We present LightVLA, a simple yet effective differentiable token pruning framework for vision-language-action (VLA) models. While VLA models have shown impressive capability in executing real-world robotic tasks, their deployment on resource-constrained platforms is often bottlenecked by the heavy attention-based computation over large sets of visual tokens. LightVLA addresses this challenge through adaptive, performance-driven pruning of visual tokens: It generates dynamic queries to evaluate visual token importance, and adopts Gumbel softmax to enable differentiable token selection. Through fine-tuning, LightVLA learns to preserve the most informative visual tokens while pruning tokens which do not contribute to task execution, thereby improving efficiency and performance simultaneously. Notably, LightVLA requires no heuristic magic numbers and introduces no additional trainable parameters, making it compatible with modern inference frameworks. Experimental results demonstrate that LightVLA outperforms different VLA models and existing token pruning methods across diverse tasks on the LIBERO benchmark, achieving higher success rates with substantially reduced computational overhead. Specifically, LightVLA reduces FLOPs and latency by 59.1% and 38.2% respectively, with a 2.6% improvement in task success rate. Meanwhile, we also investigate the learnable query-based token pruning method LightVLA* with additional trainable parameters, which also achieves satisfactory performance. Our work reveals that as VLA pursues optimal performance, LightVLA spontaneously learns to prune tokens from a performance-driven perspective.
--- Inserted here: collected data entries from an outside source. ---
#[test]
fn the_demo_sellers_match_scipy_and_mpmath_end_to_end() {
    // Source: scripts/make_level_fixtures.py (demo): scipy's fit of the demo file
    // and mpmath's intervals and tails at that prior.
    let reference = json_fixture("levels/demo.json");
    let dir = tempfile::tempdir().unwrap();
    let input = demo_sellers();
    let mut args = vec!["fit", "--input", &input];
    args.extend(STARS);
    args.extend(["--output", "out.csv", "--summary", "s.json", "--above", "4.5", "--ranks"]);
    args.extend(["--share-above", "stars_1=0.1"]);
    let out = ratepool(dir.path(), &args);
    assert!(out.status.success(), "{}", stderr(&out));
    let s = summary(&dir.path().join("s.json"));
    let shapes: Vec<f64> =
        s["levels"].as_array().unwrap().iter().map(|l| l["prior_shape"].as_f64().unwrap()).collect();
    for (got, want) in shapes.iter().zip(floats(&reference["shapes"])) {
        assert!(((got - want) / want).abs() < 1e-6, "shape {got} vs {want}");
    }
    let want = reference["log_likelihood"].as_f64().unwrap();
    assert!(((s["log_marginal_likelihood"].as_f64().unwrap() - want) / want).abs() < 1e-9);
    let table = Csv::read(&dir.path().join("out.csv"));
    let ids = table.column("seller_id");
    assert_eq!(ids.len(), 2000);
    for seller in reference["sellers"].as_array().unwrap() {
        let row = ids.iter().position(|id| id == seller["seller_id"].as_str().unwrap()).unwrap();
        for column in ["posterior_mean", "interval_lo", "interval_hi", "prob_above", "prob_share_above"] {
            let (got, want) = (table.floats(column)[row], seller[column].as_f64().unwrap());
            // The bar: 1e-6 on the score scale.
            assert!((got - want).abs() < 1e-6, "{}: {column} {got} vs {want}", seller["seller_id"]);
        }
    }
    // The 800-rating seller at 4.72 outranks the 3-rating seller at 5.0 on the conservative rank.
    let conservative = table.floats("rank_conservative");
    let at = |id: &str| ids.iter().position(|x| x == id).unwrap();
    assert!(conservative[at("seller-0042")] < conservative[at("seller-0007")]);
    // The pull: the mean shift over rated sellers, and the seller named as moved furthest.
    let (raw, posterior) = (table.column("raw_mean"), table.floats("posterior_mean"));
    let shifts: Vec<(f64, usize)> = raw
        .iter()
        .enumerate()
        .filter(|(_, r)| !r.is_empty())
        .map(|(i, r)| ((posterior[i] - r.parse::<f64>().unwrap()).abs(), i))
        .collect();
    let mean_shift = shifts.iter().map(|s| s.0).sum::<f64>() / shifts.len() as f64;
    assert!((s["pull"]["mean_abs_shift"].as_f64().unwrap() - mean_shift).abs() < 1e-12);
    let furthest = shifts.iter().fold((0.0, 0), |m, s| if s.0 > m.0 { *s } else { m });
    assert_eq!(s["pull"]["max_shift_group"].as_str().unwrap(), ids[furthest.1]);
    // A seller with no ratings: no raw mean, the prior's mean score, pool weight 1.
    let none = at("seller-0002");
    assert_eq!(table.column("raw_mean")[none], "");
    assert!((table.floats("posterior_mean")[none] - s["mean_score"].as_f64().unwrap()).abs() < 1e-12);
    assert_eq!(table.floats("pool_weight")[none], 1.0);
}
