@dataclass(frozen=True)
class DynamicsSpec:
    """Panel transforms for simple dynamics ("naive dynamics").

    ``lagged_choice`` adds the attribute ``lagged_choice`` (1 if the person chose
    this alternative in their previous task); ``lag`` and ``lead`` add
    ``<attribute>_lag`` / ``<attribute>_lead`` (the value for the same
    alternative in the previous / next task). Rows where the lag or lead does not
    exist (the first task, a task next to one removed as invalid, or an
    alternative absent from the neighbouring task) follow ``first_task``:
    ``"drop"`` removes those tasks from estimation (counted in the validation
    summary), ``"flag"`` keeps them with the missing value set to 0 and marks them
    in the panel's ``lag_missing`` mask. ``initial_conditions`` adds the person's
    first observed choice (and the person means of the attributes in
    ``initial_means``) as person covariates (Wooldridge 2005, J. Applied
    Econometrics 20(1)); the first task is then only the initial condition, out
    of the likelihood under either policy.
    """

    lagged_choice: bool = False
    lag: tuple[str, ...] = ()
    lead: tuple[str, ...] = ()
    first_task: str = "drop"
    initial_conditions: bool = False
    initial_means: tuple[str, ...] = ()
    taste: str = "fixed"

    @property
    def active(self) -> bool:
        return self.lagged_choice or bool(self.lag) or bool(self.lead)

    @classmethod
    def from_dict(cls, table: Mapping[str, Any]) -> DynamicsSpec:
        _check_keys(
            table,
            {"lagged_choice", "lag", "lead", "first_task", "initial_conditions", "initial_means", "taste"},
            "dynamics",
        )
        out = cls(
            lagged_choice=_bool(table.get("lagged_choice", False), "dynamics.lagged_choice"),
            lag=_str_list(table.get("lag", []), "dynamics.lag"),
            lead=_str_list(table.get("lead", []), "dynamics.lead"),
            first_task=_choice(table.get("first_task", "drop"), FIRST_TASK_POLICIES, "dynamics.first_task"),
            initial_conditions=_bool(table.get("initial_conditions", False), "dynamics.initial_conditions"),
            initial_means=_str_list(table.get("initial_means", []), "dynamics.initial_means"),
            taste=_choice(table.get("taste", "fixed"), ("fixed", "normal"), "dynamics.taste"),
        )
        if out.initial_means and not out.initial_conditions:
            raise SpecError("dynamics.initial_means needs initial_conditions = true.")
        if out.initial_conditions and not out.lagged_choice:
            raise SpecError(
                "dynamics.initial_conditions is the treatment of the initial-conditions problem of "
                "state dependence; it needs lagged_choice = true."
            )
        return out


@dataclass(frozen=True)
class WideSpec:
    """How to read a wide table (one row per task, one column per attribute per alternative).

    ``pattern`` builds the column name from ``{attribute}`` and ``{alternative}``;
    ``choice`` is the column holding the chosen alternative, whose values are
    mapped to alternatives by ``choice_labels`` (identity if omitted).
    """

    alternatives: tuple[str, ...]
    choice: str
    pattern: str = "{attribute}_{alternative}"
    choice_labels: Mapping[str, str] | None = None
    available_pattern: str | None = None

    @classmethod
    def from_dict(cls, table: Mapping[str, Any]) -> WideSpec:
        _check_keys(
            table, {"alternatives", "choice", "pattern", "choice_labels", "available_pattern"}, "wide"
        )
        for key in ("alternatives", "choice"):
            if key not in table:
                raise SpecError(f"[wide] needs {key}.")
        pattern = _str(table.get("pattern", "{attribute}_{alternative}"), "wide.pattern")
        if "{attribute}" not in pattern or "{alternative}" not in pattern:
            raise SpecError(f"wide.pattern {pattern!r} must contain {{attribute}} and {{alternative}}.")
        _format_check(pattern, "wide.pattern", attribute="a", alternative="b")
        labels = table.get("choice_labels")
        if labels is not None:
            _check_keys(labels, set(labels) if isinstance(labels, Mapping) else set(), "wide.choice_labels")
            labels = {str(k): str(v) for k, v in labels.items()}
        avail = table.get("available_pattern")
        if avail is not None:
            avail = _str(avail, "wide.available_pattern")
            if "{alternative}" not in avail:
                raise SpecError(f"wide.available_pattern {avail!r} must contain {{alternative}}.")
            _format_check(avail, "wide.available_pattern", alternative="b")
        return cls(
            alternatives=_label_list(table["alternatives"], "wide.alternatives"),
            choice=_str(table["choice"], "wide.choice"),
            pattern=pattern,
            choice_labels=labels,
            available_pattern=avail,
        )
To the best of our knowledge, LightVLA is the first work to apply adaptive visual token pruning to VLA tasks with the collateral goals of efficiency and performance, marking a significant step toward more efficient, powerful and practical real-time robotic systems.

Paper Structure

This paper contains 17 sections, 7 equations, 5 figures, 5 tables.

Figures (5)

  • Figure 1: LightVLA achieves better performance than common VLA models and acceleration methods with fewer visual tokens, yielding efficient computation and lower latency.
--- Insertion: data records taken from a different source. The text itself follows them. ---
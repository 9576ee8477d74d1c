r"""Numba kernels of the blocked sampler: per-person panel logit log-likelihoods and a per-person MALA pass.

The data are the real cells of :class:`hierchoice.model.likelihood.RaggedDifferences`: ``D[c, k]`` for cell ``c``
(a task's non-chosen available alternative), the cells of task ``t`` at ``task_ptr[t]:task_ptr[t + 1]`` and the
tasks of person ``n`` at ``person_ptr[n]:person_ptr[n + 1]``, so nothing is padded. For person :math:`n` with tastes
:math:`\beta_n`

.. math::

    \ell_n(\beta_n) = -\sum_t \Big[m_{nt} + \log\Big(e^{-m_{nt}} + \sum_j a_{ntj} e^{\Delta_{ntj} - m_{nt}}\Big)\Big],
    \qquad \frac{\partial \ell_n}{\partial \beta_{nk}} = -\sum_t \sum_j q_{ntj} d_{ntjk},

with :math:`\Delta_{ntj} = d_{ntj}\cdot\beta_n`, :math:`m_{nt} = \max(0, \max_j \Delta_{ntj})`
and :math:`q_{ntj}` the logit probability of the non-chosen alternative (McFadden 1974;
Train 2009, eq. 3.9): the same stable formula as :func:`hierchoice.model.logit_op.loglik_and_grad`,
summed per person instead of over the panel, so persons can be updated independently
and in parallel (``numba.prange``). Random numbers are drawn by the caller, so results
do not depend on the number of threads.
"""

from __future__ import annotations

import math

import numba
import numpy as np

from ...model.likelihood import RaggedDifferences

#: Persons are processed in this many chunks (each thread takes whole chunks; scratch arrays once per chunk).
CHUNKS = 64

__all__ = ["mala_persons", "person_information", "person_loglik", "person_loglik_grad", "person_loglik_grad_info"]


@numba.njit(cache=True, nogil=True, error_model="numpy", inline="always")
def _task_weights(Dn, r0, n_o, beta, delta):  # type: ignore[no-untyped-def]
    r"""One task (cells ``r0 .. r0 + n_o``): fill ``delta`` with the non-chosen alternatives' weights
    :math:`e^{\Delta_{ntj} - m}` and return ``(m, s)``, so the task's log-likelihood is
    :math:`-(m + \log s)` and the probability of alternative ``j`` is ``delta[j] / s``."""
    m = 0.0
    for j in range(n_o):
        d = 0.0
        for k in range(Dn.shape[1]):
            d += Dn[r0 + j, k] * beta[k]
        delta[j] = d
        m = max(m, d)
    s = 1.0 if m == 0.0 else math.exp(-m)
    for j in range(n_o):
        e = math.exp(delta[j] - m)
        delta[j] = e
        s += e
    return m, s


@numba.njit(cache=True, nogil=True, error_model="numpy")
def _eval_person(D, tptr, t0, t1, beta, g, delta):  # type: ignore[no-untyped-def]
    """Log-likelihood of one person (tasks ``t0 .. t1``) and its gradient into ``g``."""
    n_k = D.shape[1]
    for k in range(n_k):
        g[k] = 0.0
    ll = 0.0
    for t in range(t0, t1):
        r0 = tptr[t]
        n_o = tptr[t + 1] - r0
        m, s = _task_weights(D, r0, n_o, beta, delta)
        ll -= m + math.log(s)
        inv = 1.0 / s
        for j in range(n_o):
            q = delta[j] * inv
            if q != 0.0:
                for k in range(n_k):
                    g[k] -= q * D[r0 + j, k]
    return ll


@numba.njit(cache=True, nogil=True, error_model="numpy")
def _eval_person_value(D, tptr, t0, t1, beta, delta):  # type: ignore[no-untyped-def]
    """Log-likelihood of one person, without the gradient."""
    ll = 0.0
    for t in range(t0, t1):
        r0 = tptr[t]
        m, s = _task_weights(D, r0, tptr[t + 1] - r0, beta, delta)
        ll -= m + math.log(s)
    return ll


def _person_loglik(D, tptr, pptr, n_o, beta):  # type: ignore[no-untyped-def]
    """Per-person log-likelihoods, shape (person,), of tastes ``beta`` (person, attribute)."""
    n_p = pptr.size - 1
    out = np.empty(n_p)
    n_chunks = min(n_p, CHUNKS)
    for c in numba.prange(n_chunks):
        delta = np.empty(n_o)
        for n in range(c * n_p // n_chunks, (c + 1) * n_p // n_chunks):
            out[n] = _eval_person_value(D, tptr, pptr[n], pptr[n + 1], beta[n], delta)
    return out


def _person_loglik_grad(D, tptr, pptr, n_o, beta):  # type: ignore[no-untyped-def]
    """Per-person log-likelihoods (person,) and their gradients (person, attribute) w.r.t. ``beta``."""
    n_p, n_k = pptr.size - 1, D.shape[1]
    out = np.empty(n_p)
    grad = np.empty((n_p, n_k))
    n_chunks = min(n_p, CHUNKS)
    for c in numba.prange(n_chunks):
        delta = np.empty(n_o)
        for n in range(c * n_p // n_chunks, (c + 1) * n_p // n_chunks):
            out[n] = _eval_person(D, tptr, pptr[n], pptr[n + 1], beta[n], grad[n], delta)
    return out, grad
  • Figure 2: Illustration of the proposed LightVLA framework. Gray regions indicate the use of Gumbel-softmax for differentiable token selection.
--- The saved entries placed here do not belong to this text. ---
def _build(df: pd.DataFrame, spec: Spec) -> ChoicePanel:
    cols = spec.columns
    summary = ValidationSummary(rows_in=len(df))
    if len(df) == 0:
        raise DataError("The choice table is empty: no rows to read.")
    df.columns = [str(c) for c in df.columns]
    df = df.reset_index(drop=True)

    # 1. every named column exists
    needed = {
        "person": cols.person, "task": cols.task, "alternative": cols.alternative, "chosen": cols.chosen,
    }
    if cols.available:
        needed["available"] = cols.available
    for attr in spec.attributes.values():
        needed[f"attribute {attr.name}"] = attr.source
    if spec.covariates:
        for c in spec.covariates.columns:
            needed[f"covariate {c}"] = c
    absent = {role: c for role, c in needed.items() if c not in df.columns}
    if absent:
        listed = "; ".join(f"{c!r} ({role})" for role, c in absent.items())
        raise DataError(f"Missing column(s): {listed}. The table has: {first_few(list(df.columns), 12)}.")
    _check_reserved(needed)

    # 2. ids
    for c in (cols.person, cols.task, cols.alternative):
        _check_id_column(df, c)
    df[cols.alternative] = df[cols.alternative].map(_label).astype(object)

    chosen = _as_indicator(df, cols.chosen, "chosen indicator")
    avail = _as_indicator(df, cols.available, "availability") if cols.available else pd.Series(True, index=df.index)

    dup = df.duplicated([cols.person, cols.task, cols.alternative], keep=False)
    if dup.any():
        raise DataError(
            f"Duplicate ({cols.person}, {cols.task}, {cols.alternative}) rows: "
            f"{_keys(df, dup, [cols.person, cols.task, cols.alternative])} at rows {_rows(df, dup)}. "
            "Each alternative may appear once per task."
        )
    if spec.data.task_scope == "global":
        owners = df.groupby(cols.task, sort=False)[cols.person].nunique()
        shared = owners[owners > 1]
        if len(shared):
            raise DataError(
                f"Column {cols.task!r}: task ids {first_few(shared.index.tolist())} appear under more than one "
                f"person (data.task_scope = \"global\" says a task id names one task of one person)."
            )

    # 3. alternatives and the opt-out
    seen = list(dict.fromkeys(df[cols.alternative]))
    if spec.data.alternatives is not None:
        unknown = [a for a in seen if a not in spec.data.alternatives]
        if unknown:
            raise DataError(
                f"Column {cols.alternative!r} has alternatives {first_few(unknown)} not listed in "
                f"data.alternatives = {list(spec.data.alternatives)}."
            )
        alternatives = list(spec.data.alternatives)
    else:
        alternatives = seen
    for role, label in (("data.opt_out", spec.data.opt_out),
                        ("constants.reference", spec.constants.reference if spec.constants else None)):
        if label is not None and label not in alternatives:
            raise DataError(
                f"{role} = {label!r} is not an alternative in column {cols.alternative!r} "
                f"(alternatives: {first_few(alternatives, 10)})."
            )
    is_opt_out = (df[cols.alternative] == spec.data.opt_out) if spec.data.opt_out else pd.Series(False, df.index)

    # 4. tasks: exactly one chosen, and it must be available
    task_key = [cols.person, cols.task]
    n_chosen = chosen.groupby([df[cols.person], df[cols.task]], sort=False).transform("sum")
    chose_unavailable = chosen & ~avail
    bad_unavail = chose_unavailable.groupby([df[cols.person], df[cols.task]], sort=False).transform("any")
    bad_count = (n_chosen != 1) & ~bad_unavail
    problems = ((bad_unavail, "a chosen alternative that is marked unavailable"),
                (bad_count, "not exactly one chosen alternative"))
    for mask, what in problems:
        if mask.any() and spec.data.invalid_tasks != "drop":
            raise DataError(
                f"Column {cols.chosen!r}: tasks with {what} "
                f"((person, task): {_keys(df, mask, task_key)}; chosen count per row: "
                f"{first_few(n_chosen[mask].tolist())}; rows {_rows(df, mask)}). Fix the data, or set "
                "data.invalid_tasks = \"drop\" to remove such tasks (they are then counted)."
            )
        summary.count_removed(f"tasks with {what} (data.invalid_tasks = \"drop\")",
                              df.loc[mask, task_key].drop_duplicates().shape[0])
    drop = ~(bad_unavail | bad_count)
    df, chosen, avail, is_opt_out = df[drop], chosen[drop], avail[drop], is_opt_out[drop]
    if len(df) == 0:
        raise DataError("No valid choice task is left after removing invalid tasks.")

    # 5. attributes: numeric columns, categorical coding, constants
    terms: list[Term] = []
    values: dict[str, pd.Series] = {}
    exempt = ~avail | is_opt_out  # rows whose attributes never enter utility, or the opt-out's
    for attr in spec.attributes.values():
        col = df[attr.source]
        missing = col.isna()
        if attr.coding == "numeric":
            if not (pd.api.types.is_numeric_dtype(col) or pd.api.types.is_bool_dtype(col)):
                numeric = pd.to_numeric(col, errors="coerce")
                bad = numeric.isna() & ~missing
                if bad.any():
                    shown = first_few(col[bad].astype(str).unique().tolist())
                    raise DataError(
                        f"Attribute column {attr.source!r} is not numeric: values {shown} at rows "
                        f"{_rows(df, bad)}. Give coding = \"dummy\" (with base = ...) for a categorical attribute."
                    )
                col = numeric
            col = col.astype(float)
            inf = ~np.isfinite(col) & ~col.isna()
            if inf.any():
                raise DataError(f"Attribute column {attr.source!r} has infinite values at rows {_rows(df, inf)}.")
            _check_missing(df, attr.source, missing, exempt, summary)
            values[attr.name] = col.fillna(0.0)
            terms.append(Term(attr.name, attr.name, "numeric", attr.taste, attr.sign))
        else:
            _check_missing(df, attr.source, missing, exempt, summary)
            labels = col.map(lambda v: None if pd.isna(v) else _label(v))
            levels = sorted(set(labels[~missing & ~exempt]))
            if len(levels) == 1:
                raise DataError(
                    f"Attribute column {attr.source!r} has one level ({levels[0]!r}) over every available "
                    "alternative: its taste is not identified. Remove it from the spec."
                )
            if attr.base not in levels:
                raise DataError(
                    f"attributes.{attr.name}.base = {attr.base!r} is not a level of column {attr.source!r} "
                    f"(levels: {first_few(levels, 10)})."
                )
            for level in levels:
                if level == attr.base:
                    continue
                name = f"{attr.name}:{level}"
                coded = (labels == level).astype(float)
                if attr.coding == "effects":
                    coded = coded - (labels == attr.base).astype(float)
                values[name] = coded.where(~missing, 0.0)
                terms.append(Term(name, attr.name, attr.coding, attr.taste, level=level))
    if spec.constants is not None:
        for alt in alternatives:
            if alt == spec.constants.reference:
                continue
            name = f"asc:{alt}"
            values[name] = (df[cols.alternative] == alt).astype(float)
            terms.append(Term(name, alt, "constant", spec.constants.taste))

    # rows exempt from attributes carry zeros (opt-out and unavailable rows)
    for name in values:
        term = next(t for t in terms if t.name == name)
        if term.kind != "constant":
            values[name] = values[name].where(~exempt, 0.0)

    # 6. task order within person, and dynamics
    order = _task_positions(df, cols)
    df = df.assign(_pos=order)
    lag_missing = pd.Series(False, index=df.index)
    if spec.dynamics.active:
        df, values, lag_missing, terms = _add_dynamics(df, values, terms, chosen, avail, spec, summary)
        keep_idx = df.index
        chosen, avail, is_opt_out = chosen.loc[keep_idx], avail.loc[keep_idx], is_opt_out.loc[keep_idx]

    # 7. identification: an attribute must vary over available alternatives
    for term in terms:
        # the opt-out's attributes are 0 by construction; an attribute constant over the other
        # alternatives is then collinear with the alternative-specific constants
        rows = avail if term.kind in ("constant", "lagged_choice") else avail & ~is_opt_out
        v = values[term.name][rows]
        if len(v) and v.min() == v.max():
            column = f" (column {spec.attributes[term.source].source!r})" if term.source in spec.attributes else ""
            raise DataError(
                f"Attribute {term.name!r}{column} is constant ({v.iloc[0]:g}) over every available "
                "alternative: its taste is not identified. Remove it from the spec."
            )
    if not terms:
        raise DataError("The spec gives no attribute, constant or dynamic term: the model would have no taste.")

    # 8. person covariates
    cov_names: list[str] = []
    cov_values: list[np.ndarray] = []
    person_codes, person_labels = pd.factorize(df[cols.person], sort=False)
    if spec.covariates is not None:
        for c in spec.covariates.columns:
            col = df[c]
            if not pd.api.types.is_numeric_dtype(col):
                bad = pd.to_numeric(col, errors="coerce").isna() & col.notna()
                if bad.any():
                    raise DataError(
                        f"Covariate column {c!r} is not numeric: values {first_few(col[bad].astype(str).unique())} "
                        f"at rows {_rows(df, bad)}. Code categorical covariates as 0/1 columns."
                    )
                col = pd.to_numeric(col, errors="coerce")
            if col.isna().any():
                raise DataError(
                    f"Covariate column {c!r} is missing for persons "
                    f"{_keys(df, col.isna(), [cols.person])} (rows {_rows(df, col.isna())})."
                )
            spread = col.groupby(person_codes).agg(lambda s: s.max() - s.min())
            varying = spread[spread > 0].index
            if len(varying):
                raise DataError(
                    f"Covariate column {c!r} varies within person {first_few(person_labels[varying].tolist())}: a "
                    "person covariate must be constant across that person's rows. Use it as an attribute instead."
                )
            cov_names.append(c)
            cov_values.append(col.groupby(person_codes).first().to_numpy(float))
    if spec.dynamics.initial_conditions:
        names, vals = _initial_conditions(df, values, chosen, spec, alternatives, person_codes,
                                          rows=avail & ~is_opt_out)
        cov_names += names
        cov_values += vals
    for name, v in zip(cov_names, cov_values):
        if np.ptp(v) == 0:
            raise DataError(f"Person covariate {name!r} is the same ({v[0]:g}) for every person: not identified.")

    # 9. dense arrays
    n_p = len(person_labels)
    t_idx = df["_pos"].to_numpy() - df.groupby(person_codes)["_pos"].transform("min").to_numpy()
    # re-pack after any dropped task so that tasks are contiguous from 0
    dense_t = pd.Series(t_idx).groupby(person_codes).rank(method="dense").to_numpy().astype(int) - 1
    n_t = int(dense_t.max()) + 1
    alt_index = {a: i for i, a in enumerate(alternatives)}
    j_idx = df[cols.alternative].map(alt_index).to_numpy()
    n_j, n_k = len(alternatives), len(terms)

    X = np.zeros((n_p, n_t, n_j, n_k))
    for k, term in enumerate(terms):
        X[person_codes, dense_t, j_idx, k] = values[term.name].to_numpy(float)
    available = np.zeros((n_p, n_t, n_j), dtype=bool)
    available[person_codes, dense_t, j_idx] = avail.to_numpy()
    task_mask = np.zeros((n_p, n_t), dtype=bool)
    task_mask[person_codes, dense_t] = True
    chosen_idx = np.full((n_p, n_t), -1, dtype=np.int64)
    ch = chosen.to_numpy()
    chosen_idx[person_codes[ch], dense_t[ch]] = j_idx[ch]
    task_ids = np.full((n_p, n_t), None, dtype=object)
    task_ids[person_codes, dense_t] = df[cols.task].to_numpy(dtype=object)
    lm = np.zeros((n_p, n_t), dtype=bool)
    lm[person_codes, dense_t] = lag_missing.to_numpy()
    X[~available] = 0.0
    Z = np.column_stack(cov_values) if cov_values else np.zeros((n_p, 0))

    panel = ChoicePanel(
        X=X, available=available, task_mask=task_mask, chosen=chosen_idx, task_ids=task_ids,
        lag_missing=lm, Z=Z, persons=person_labels.tolist(), alternatives=alternatives, terms=terms,
        covariates=cov_names, summary=summary, spec=spec,
    )
    _fill_counts(panel)
    return panel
  • Figure 3: An example of LIBERO-Long task: 'Put both moka pots on the stove'. Each frame consists of 4 images. Upper left: The 3rd person view camera. Upper right: The wrist camera. Lower left: The 3rd person view camera with pruned tokens masked. Lower right: The wrist camera with pruned tokens masked.
  • Figure 4: Illustration of LightVLA$^*$ when pruning visual tokens at the vision encoder with the learnable query.
  • Figure 5: Illustration of LightVLA$^*$ when pruning visual tokens at the first decoder layer of LLM with the learnable query.